# Challenge - Feedback Analysis

###### Citations:
   - Minqing Hu and Bing Liu. "Mining and Summarizing Customer Reviews." 
       Proceedings of the ACM SIGKDD International Conference on Knowledge 
       Discovery and Data Mining (KDD-2004), Aug 22-25, 2004, Seattle, 
       Washington, USA, 
   - Bing Liu, Minqing Hu and Junsheng Cheng. "Opinion Observer: Analyzing 
       and Comparing Opinions on the Web." Proceedings of the 14th 
       International World Wide Web conference (WWW-2005), May 10-14, 
       2005, Chiba, Japan.

In [10]:
import numpy as np
import pandas as pd
import matplotlib.pyplot as plt
import seaborn as sns
%matplotlib inline

In [11]:
label_amazon = 'amazon_cells_labelled.txt'
label_imdb = 'imdb_labelled.txt'
label_yelp = 'yelp_labelled.txt'

In [12]:
site = label_amazon

In [13]:
pos_words = 'positive-words.txt'
neg_words = 'negative-words.txt'

pos = []
with open(pos_words) as p:
    for line in p:
        if not line.startswith(';') and line != '\n':
            pos.append(line.strip('\n'))
            
neg = []
with open(neg_words) as n:
    for line in n:
        if not line.startswith(';') and line != '\n':
            neg.append(line.strip('\n'))

In [14]:
reviews = []
sentiments = []

with open(site) as s:
    for line in s:
        reviews.append(line[:-2].strip())
        sentiments.append(int(line[-2:].strip().strip('\n')))
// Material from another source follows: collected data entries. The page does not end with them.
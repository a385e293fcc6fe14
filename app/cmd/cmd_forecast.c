/* cmd_forecast — `tachist forecast PROTOCOL (--observer model:SPEC | --db FILE [--session ID |
 * --subject ID | --all]) ...`: a study simulated many times before anyone runs it, for a grid of
 * designs (level sets × observers × trials per level, and the protocol's adaptive blocks at equal
 * trial counts), through the model observer and the report's fitter (app/core/forecast.c).
 *
 * The true psychometric function is the model spec, or the pilot's fit made as `report` makes it
 * (non-practice trials with a level, pooled; Weibull where accuracy rises with the level,
 * logistic where it falls; lapse free). The protocol gives the levels (its planned non-practice
 * trials), its adaptive blocks, and the seconds per trial (estimate.h) for the session length.
 * Output: a table, or --json, and --plot FILE writes the SVG of interval width against trials. */
#include <errno.h>
#include <math.h>
#include <stdlib.h>
#include <string.h>
#include <unistd.h>

#include <cJSON.h>

#include "adapt.h"
#include "cmd.h"
#include "estimate.h"
#include "forecast.h"
#include "inputs.h"
#include "store.h"
#include "svg.h"

#define MAX_SETS 16
#define MAX_GRID 32

struct fopts {
	const char *protocol, *rig, *observer, *db, *schema, *session, *subject, *plot;
	bool all, json, log_units;
	char *levels_arg[MAX_SETS];
	int nlevels_arg;
	long trials[MAX_GRID], observers[MAX_GRID];
	int ntrials, nobservers;
	long runs, boot, threads;
	unsigned long long seed;
	double target;             /* NaN: none */
};

/* One row of the grid. */
struct row {
	int set;                  /* index into the level sets; -1 for an adaptive block */
	const struct adapt_spec *adaptive;
	int trials_per_level;     /* constant stimuli; for adaptive the matching count */
	int observers;
	int total_per_observer;
	double session_s;
	struct forecast_result r;
};

struct levelset {
	char *name;
	double *v;
	size_t n;
};

struct ctx {
	struct fopts o;
	struct inputs in;
	struct forecast_opts fo;
	char truth_text[160];
	struct levelset sets[MAX_SETS + 1];
	int nsets;
	struct adapt_item *items;    /* the first adaptive block's, stim renumbered */
	size_t nitems;
	const struct adapt_spec *spec;
	struct row *rows;
	int nrows;
	double practice_s, per_trial_s;
	int proto_trials_per_level;
	int progress_row;
	bool tty;
};

enum { O_OBSERVER, O_DB, O_SCHEMA, O_SESSION, O_SUBJECT, O_ALL, O_RIG, O_LEVELS, O_TRIALS, O_OBSERVERS,
       O_RUNS, O_BOOT, O_SEED, O_THREADS, O_TARGET, O_LOG, O_JSON, O_PLOT };
const struct opts_row cmd_forecast_opts[] = {
	[O_OBSERVER] = {"observer", "model:SPEC", "simulate this model observer (see run --observer)"},
	[O_DB] = {"db", "FILE", "take the observer from a pilot in this database (or a server)"},
	[O_SCHEMA] = {"schema", "NAME", "with --db SERVER: the schema to read (default tachist)"},
	[O_SESSION] = {"session", "ID", "the pilot is this session"},
	[O_SUBJECT] = {"subject", "ID", "the pilot is this subject's sessions"},
	[O_ALL] = {"all", NULL, "the pilot is every session in the database"},
	[O_RIG] = {"rig", "FILE", "the rig profile, for the trial timing (default as run)"},
	[O_LEVELS] = {"levels", "A,B,...", "a set of levels to compare (repeat for more; 'protocol' "
				       "is the protocol's)"},
	[O_TRIALS] = {"trials", "N,N,...", "trials per level to compare (default the protocol's, "
				       "half and double)"},
	[O_OBSERVERS] = {"observers", "N,N,...", "numbers of observers to compare (default 1)"},
	[O_RUNS] = {"runs", "N", "simulated studies per design (default 200)"},
	[O_BOOT] = {"boot", "N", "bootstrap samples per fitted study (default 200)"},
	[O_SEED] = {"seed", "N", "the simulation's seed, for the same forecast again (default 1)"},
	[O_THREADS] = {"threads", "N", "worker threads (default the online CPUs, at most 8)"},
	[O_TARGET] = {"target-width", "W", "suggest the smallest design whose median interval is at "
					"most W wide"},
	[O_LOG] = {"log", NULL, "widths in log10 units (upper/lower), for --target-width and the "
				"figure"},
	[O_JSON] = {"json", NULL, "one JSON document on standard output"},
	[O_PLOT] = {"plot", "FILE.svg", "write the figure of interval width against trials per level"},
	OPTS_END,
};

/* "A,B,C" of whole numbers in [LO, HI] into OUT (at most MAX_GRID). Returns the count or -1. */
static int parse_list(const char *s, long lo, long hi, long *out)
{
	int n = 0;
	char *copy = xstrdup(s), *save = NULL;
	for (char *t = strtok_r(copy, ",", &save); t; t = strtok_r(NULL, ",", &save)) {
		unsigned long long u;
		if (n == MAX_GRID || cmd_parse_u64(t, &u) < 0 || (long long)u < lo ||
		    (long long)u > hi) {
			n = -1;
			break;
		}
		out[n++] = (long)u;
	}
	free(copy);
	return n == 0 ? -1 : n;
}

static int parse_args(int argc, char **argv, struct fopts *o)
{
	memset(o, 0, sizeof *o);
	o->runs = 200;
	o->boot = 200;
	o->seed = 1;
	o->target = NAN;
	long nc = sysconf(_SC_NPROCESSORS_ONLN);
	o->threads = nc < 1 ? 1 : nc > 8 ? 8 : nc;
	struct opts p;
	opts_begin(&p, "forecast", cmd_forecast_opts, argc, argv);
	const char *v;
	for (int k; (k = opts_next(&p, &v)) != OPTS_DONE;) {
		unsigned long long u;
		switch (k) {
		case O_OBSERVER: o->observer = v; break;
		case O_DB: o->db = v; break;
		case O_SCHEMA: o->schema = v; break;
		case O_SESSION: o->session = v; break;
		case O_SUBJECT: o->subject = v; break;
		case O_ALL: o->all = true; break;
		case O_RIG: o->rig = v; break;
		case O_JSON: o->json = true; break;
		case O_LOG: o->log_units = true; break;
		case O_PLOT: o->plot = v; break;
		case O_LEVELS:
			if (o->nlevels_arg == MAX_SETS)
				return opts_usage("forecast", "at most %d --levels sets", MAX_SETS);
			o->levels_arg[o->nlevels_arg++] = (char *)v;
			break;
		case O_TRIALS:
			if ((o->ntrials = parse_list(v, 1, 100000, o->trials)) < 0)
				return opts_usage("forecast", "--trials needs whole numbers from 1, "
						  "comma-separated, at most %d (got '%s')", MAX_GRID, v);
			break;
		case O_OBSERVERS:
			if ((o->nobservers = parse_list(v, 1, 10000, o->observers)) < 0)
				return opts_usage("forecast", "--observers needs whole numbers from 1, "
						  "comma-separated, at most %d (got '%s')", MAX_GRID, v);
			break;
		case O_RUNS:
		case O_BOOT:
		case O_THREADS:
			if (cmd_parse_u64(v, &u) < 0 || u > 1000000 || (k != O_BOOT && u < 1) ||
			    (k == O_THREADS && u > 64))
				return opts_usage("forecast", "--%s needs a whole number%s (got '%s')",
						  cmd_forecast_opts[k].name, k == O_THREADS ?
						  " from 1 to 64" : k == O_RUNS ? " from 1" : "", v);
			*(k == O_RUNS ? &o->runs : k == O_BOOT ? &o->boot : &o->threads) = (long)u;
			break;
		case O_SEED:
			if (cmd_parse_u64(v, &o->seed) < 0)
				return opts_usage("forecast", "--seed needs a whole number (got '%s')", v);
			break;
		case O_TARGET:
			if (cmd_parse_double(v, &o->target) < 0 || !(o->target > 0))
				return opts_usage("forecast", "--target-width needs a width above 0 "
						  "(got '%s')", v);
			break;
		case OPTS_ARG:
			if (o->protocol)
				return opts_usage("forecast", "one protocol only ('%s' is extra)", v);
			o->protocol = v;
			break;
		default: return EXIT_USAGE;
		}
	}
	if (!o->protocol)
		return opts_usage("forecast", "name the protocol");
	if (!o->observer == !o->db)
		return opts_usage("forecast", "give either --observer model:SPEC or --db FILE (a pilot)");
	if (o->db && cmd_server_schema("forecast", "--db", o->db, o->schema))
		return EXIT_USAGE;
	if (!o->db && o->schema)
		return opts_usage("forecast", "--schema chooses where --db reads a pilot");
	if (!o->db && (o->session || o->subject || o->all))
		return opts_usage("forecast", "--session, --subject and --all choose a pilot in --db");
	if ((o->session != NULL) + (o->subject != NULL) + o->all > 1)
		return opts_usage("forecast", "choose one of --session, --subject and --all");
	return 0;
}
df = pd.DataFrame({'sentiment': sentiments, 'review': reviews})

In [15]:
sent_words = pos + neg

for word in sent_words:
    df[str(word)] = df['review'].str.lower().str.contains(str(word), regex=False)

In [16]:
df

Unnamed: 0,sentiment,review,a+,abound,abounds,abundance,abundant,accessable,accessible,acclaim,...,wrongly,wrought,yawn,zap,zapped,zaps,zealot,zealous,zealously,zombie
0,0,So there is no way for me to plug it in here i...,False,False,False,False,False,False,False,False,...,False,False,False,False,False,False,False,False,False,False
1,1,"Good case, Excellent value.",False,False,False,False,False,False,False,False,...,False,False,False,False,False,False,False,False,False,False
2,1,Great for the jawbone.,False,False,False,False,False,False,False,False,...,False,False,False,False,False,False,False,False,False,False
3,0,Tied to charger for conversations lasting more...,False,False,False,False,False,False,False,False,...,False,False,False,False,False,False,False,False,False,False
4,1,The mic is great.,False,False,False,False,False,False,False,False,...,False,False,False,False,False,False,False,False,False,False
5,0,I have to jiggle the plug to get it to line up...,False,False,False,False,False,False,False,False,...,False,False,False,False,False,False,False,False,False,False
6,0,If you have several dozen or several hundred c...,False,False,False,False,False,False,False,False,...,False,False,False,False,False,False,False,False,False,False
7,1,If you are Razr owner...you must have this!,False,False,False,False,False,False,False,False,...,False,False,False,False,False,False,False,False,False,False
8,0,"Needless to say, I wasted my money.",False,False,False,False,False,False,False,False,...,False,False,False,False,False,False,False,False,False,False
9,0,What a waste of money and time!.,False,False,False,False,False,False,False,False,...,False,False,False,False,False,False,False,False,False,False


In [17]:
data = df[sent_words]
target = df['sentiment']

In [18]:
# Our data is binary / boolean, so we're importing the Bernoulli classifier.
from sklearn.naive_bayes import BernoulliNB

# Instantiate our model and store it in a new variable.
bnb = BernoulliNB()

# Fit our model to the data.
bnb.fit(data, target)

# Classify, storing the result in a new variable.
y_pred = bnb.predict(data)

# Display our results.
print("Number of mislabeled points out of a total {} points : {}".format(
    data.shape[0],
    (target != y_pred).sum()
))

Number of mislabeled points out of a total 1000 points : 137


### Mislabeled points:
 - Amazon - 137
 - IMDB   - 123
 - Yelp   - 144